Hatred is…
Hatred is the anger of the weak. – Alphonse Daudet
This is just begging to be a Co-Parenting 101 Quote of the Day. So very, very true.
There are few people in the world that I hate (or have hated), and in every case, I felt that way because I believed I lacked power to change my circumstances or the circumstances of those I cared about in the face of the object of my hatred. I hate cancer. I was powerless to stop it from killing my mother.
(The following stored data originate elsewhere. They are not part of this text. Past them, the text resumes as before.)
// Requests that do not come from the page are refused before any work.
func TestGuard(t *testing.T) {
	s, ts := newTestServer(t, Config{})
	req, _ := http.NewRequest("GET", ts.URL+"/api/start", nil)
	req.Host = "attacker.example:80"
	resp, err := ts.Client().Do(req)
	if err != nil {
		t.Fatal(err)
	}
	resp.Body.Close()
	if resp.StatusCode != http.StatusForbidden {
		t.Errorf("foreign Host: status %d, want 403", resp.StatusCode)
	}
	resp, err = ts.Client().Post(ts.URL+"/api/save", "text/plain", strings.NewReader(`{"name":"x"}`))
	if err != nil {
		t.Fatal(err)
	}
	resp.Body.Close()
	if resp.StatusCode != http.StatusUnsupportedMediaType {
		t.Errorf("form post: status %d, want 415", resp.StatusCode)
	}
	// An oversized body, through a recorder: over a connection the
	// server may close it while the client still writes.
	big := `{"client":"` + strings.Repeat("x", MaxBody) + `"}`
	req = httptest.NewRequest("POST", "http://127.0.0.1/api/view", strings.NewReader(big))
	req.Header.Set("Content-Type", "application/json")
	rec := httptest.NewRecorder()
	s.Handler().ServeHTTP(rec, req)
	if rec.Code != http.StatusBadRequest || !strings.Contains(rec.Body.String(), "larger than") {
		t.Errorf("oversized body: status %d, %s", rec.Code, rec.Body)
	}
	for _, body := range []string{`{"client": 3}`, `{"client":"a"} {"client":"b"}`, `{"unknown": 1}`, `[`} {
		resp, err = ts.Client().Post(ts.URL+"/api/view", "application/json", strings.NewReader(body))
		if err != nil {
			t.Fatal(err)
		}
		b, _ := io.ReadAll(resp.Body)
		resp.Body.Close()
		if resp.StatusCode != http.StatusBadRequest || !strings.Contains(string(b), `"param":"body"`) {
			t.Errorf("body %s: status %d, %s", body, resp.StatusCode, b)
		}
	}
	if _, err := Listener("0.0.0.0", 0); err == nil {
		t.Error("Listener accepted 0.0.0.0")
	}
	ln, err := Listener("127.0.0.1", 0)
	if err != nil {
		t.Fatal(err)
	}
	ln.Close()
}

// pixelBytes decodes a stage's image.
func pixelBytes(t *testing.T, text string) []byte {
	t.Helper()
	b, err := base64.StdEncoding.DecodeString(text)
	if err != nil {
		t.Fatal(err)
	}
	return b
}

// An update answers a coarse pass, then the full view, whose image is the
// map of the engine's own render of the same window, pixel for pixel, and
// whose window is the one pixels.FrameWindowAt frames for the scene at liveFramingSide.
func TestUpdateCoarseThenFull(t *testing.T) {
	_, ts := newTestServer(t, Config{})
	params := map[string]string{"spin": "0.6", "inclination": "70", "width": "96", "height": "64"}
	resp, body := post(t, ts, "/api/view", ViewRequest{Client: "c", Params: params, Settings: Settings{Map: "radius", Size: 96, Band: true}})
	if resp.StatusCode != http.StatusOK {
		t.Fatalf("status %d: %s", resp.StatusCode, body)
	}
	lines := stages(t, body)
	if len(lines) != 2 || field[string](t, lines[0], "stage") != "coarse" || field[string](t, lines[1], "stage") != "full" {
		t.Fatalf("want coarse then full, got %d lines", len(lines))
	}
	if w, h := field[int](t, lines[0], "width"), field[int](t, lines[0], "height"); w != 96/coarseDivisor || h != 64/coarseDivisor {
		t.Errorf("coarse pass %d×%d, want %d×%d", w, h, 96/coarseDivisor, 64/coarseDivisor)
	}
	full := lines[1]
	win := field[Window](t, full, "window")

	// The same scene through the engine.
	s := testBase()
	for _, f := range scene.Fields() {
		if v, ok := params[f.Flag]; ok {
			if err := f.Set(&s, v); err != nil {
				t.Fatal(err)
			}
		}
	}
	s.Output.Maps = []string{"radius"}
	r, err := s.Resolve()
	if err != nil {
		t.Fatal(err)
	}
	framed, err := pixels.FrameWindowAt(context.Background(), r, liveFramingSide)
	if err != nil {
		t.Fatal(err)
	}
	if win.Field != framed.Screen.FieldOfView || win.Alpha != framed.Screen.CenterAlpha || win.Beta != framed.Screen.CenterBeta {
		t.Errorf("window %+v, FrameWindow gives %g at (%g, %g)", win, framed.Screen.FieldOfView, framed.Screen.CenterAlpha, framed.Screen.CenterBeta)
	}
	f, err := pixels.Render(context.Background(), framed, nil)
	if err != nil {
		t.Fatal(err)
	}
	m, _ := maps.Lookup("radius")
	want := m.Image(f, maps.Scales{})
	if got := pixelBytes(t, field[string](t, full, "image")); !bytes.Equal(got, want.Pix) {
		t.Fatalf("image of %d bytes differs from the engine's map (%d bytes)", len(got), len(want.Pix))
	}
	if got := pixelBytes(t, field[string](t, lines[0], "image")); len(got) != 4*24*16 {
		t.Errorf("coarse image of %d bytes, want %d", len(got), 4*24*16)
	}
	// The line profile is the frame's (pixels.Frame.Spectrum).
	prof := field[LineProfile](t, full, "spectrum")
	spec := f.Spectrum()
	tot := spec.Total()
	if len(prof.Total) != len(tot) {
		t.Fatalf("profile has %d bins, spectrum %d", len(prof.Total), len(tot))
	}
	for i := range tot {
		if prof.Total[i] != tot[i] {
			t.Fatalf("bin %d: %g, spectrum %g", i, prof.Total[i], tot[i])
		}
	}
	// The band report is the frame's (pixels.Frame.LocateBand) and the
	// critical curve is there.
	fb, err := pixels.Render(context.Background(), framed, nil, pixels.KeepG|pixels.KeepLine|pixels.KeepR|pixels.KeepBand)
	if err != nil {
		t.Fatal(err)
	}
	rep, err := fb.LocateBand()
	if err != nil {
		t.Fatal(err)
	}
	band := field[pixels.BandReport](t, full, "band")
	if band.RMin != rep.RMin || band.RMax != rep.RMax || band.Area != rep.Area || band.Flux != rep.Flux {
		t.Errorf("band %+v, LocateBand %+v", band, rep)
	}
	if crit := field[[][2]float64](t, full, "critical"); len(crit) < 100 {
		t.Errorf("critical curve of %d points", len(crit))
	}
}

// A newer update of the same page cancels the older one in the server:
// the older stream ends with a "cancelled" line giving the reason, after
// its coarse pass and without its full one.
func TestNewerUpdateCancelsOlder(t *testing.T) {
	s, ts := newTestServer(t, Config{})
	release := make(chan struct{})
	reached := make(chan struct{})
	var first atomic.Bool
	s.beforePass = func(client, pass string) {
		if client == "page" && pass == "full" && first.CompareAndSwap(false, true) {
			close(reached)
			<-release // the older update waits here until the newer one is in
		}
	}
	type answer struct {
		body []byte
		code int
	}
	older := make(chan answer, 1)
	go func() {
		b, _ := json.Marshal(ViewRequest{Client: "page", Params: map[string]string{"spin": "0.3"}})
		resp, err := ts.Client().Post(ts.URL+"/api/view", "application/json", bytes.NewReader(b))
		if err != nil {
			older <- answer{}
			return
		}
		defer resp.Body.Close()
		body, _ := io.ReadAll(resp.Body)
		older <- answer{body, resp.StatusCode}
	}()
	select {
	case <-reached:
	case <-time.After(time.Minute):
		t.Fatal("the older update never reached its full pass")
	}
	// Another page's update does not cancel it.
	if resp, body := post(t, ts, "/api/view", ViewRequest{Client: "other page"}); resp.StatusCode != http.StatusOK || len(stages(t, body)) != 2 {
		t.Fatalf("other page: status %d: %s", resp.StatusCode, body)
	}
	select {
	case a := <-older:
		t.Fatalf("the older update ended before it was released: %s", a.body)
	default:
	}
	// The same page's newer update does.
	resp, body := post(t, ts, "/api/view", ViewRequest{Client: "page", Params: map[string]string{"spin": "0.4"}})
	close(release)
	if resp.StatusCode != http.StatusOK || len(stages(t, body)) != 2 {
		t.Fatalf("newer update: status %d: %s", resp.StatusCode, body)
	}
	a := <-older
	lines := stages(t, a.body)
	if len(lines) != 2 || field[string](t, lines[0], "stage") != "coarse" || field[string](t, lines[1], "stage") != "cancelled" {
		t.Fatalf("older update answered %d lines: %.300s", len(lines), a.body)
	}
	if reason := field[string](t, lines[1], "reason"); reason != ErrSuperseded.Error() {
		t.Errorf("reason %q, want %q", reason, ErrSuperseded)
	}
}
I hated my father for some years because I was powerless to make him into the kind of father I deserved, and I thought I was powerless to free myself from the bondage of the past and other things that I couldn’t change. When I finally accepted those things that I couldn’t change, and when I realized that I had the power free myself from the bonds of the past–the hate I felt towards my father disappeared. I wish I could say that boundless waves of love rushed in to replace the hate, but that’s not what happened. What happened is another story for another day…
The same is true for other “hates” I have known. Folks talk about “hating” as a euphemism for being jealous of someone’s possessions, social standing, or accomplishments. That’s never been my issue. I hate when I feel powerless to protect me and mine. I hate when I feel powerless to affect change that I feel is necessary. This is why I think this is such a good quote for co-parents. When kids live in two households, the issues of protection, well-being, control, and change loom larger than ever in the fallout of a break up between ex-partners who are at odds–if not all-out war–with each other. But I’m-a stop now, and save that post for Co-Parenting 101!

January 12th, 2010 at 3:02 pm
I love that quote. I’m trying to overcome my hatred for my father. I only recently realized I even felt this way.
Great post.
January 12th, 2010 at 6:48 pm
Hey, AnonyMiss,
It wasn’t until I became a parent myself that I was able to let go of the hatred I had for my father. Something shifted when my oldest daughter was born, plus I felt the hate eating at me–as hate always harms the hater as much as harms, even more than it harms, or even instead of harming the person to whom it is directed. Hating my father was an anchor around my neck, and I had to let it go or let it drag me under.
In 1999, I wrote my dad a letter releasing the hate and forgiving him, even though he hadn’t ever asked for forgiveness. Still, it took another decade almost, and the death of my mother, that finally freed me of the hatred I felt towards him.
I wish you much peace as you move forward.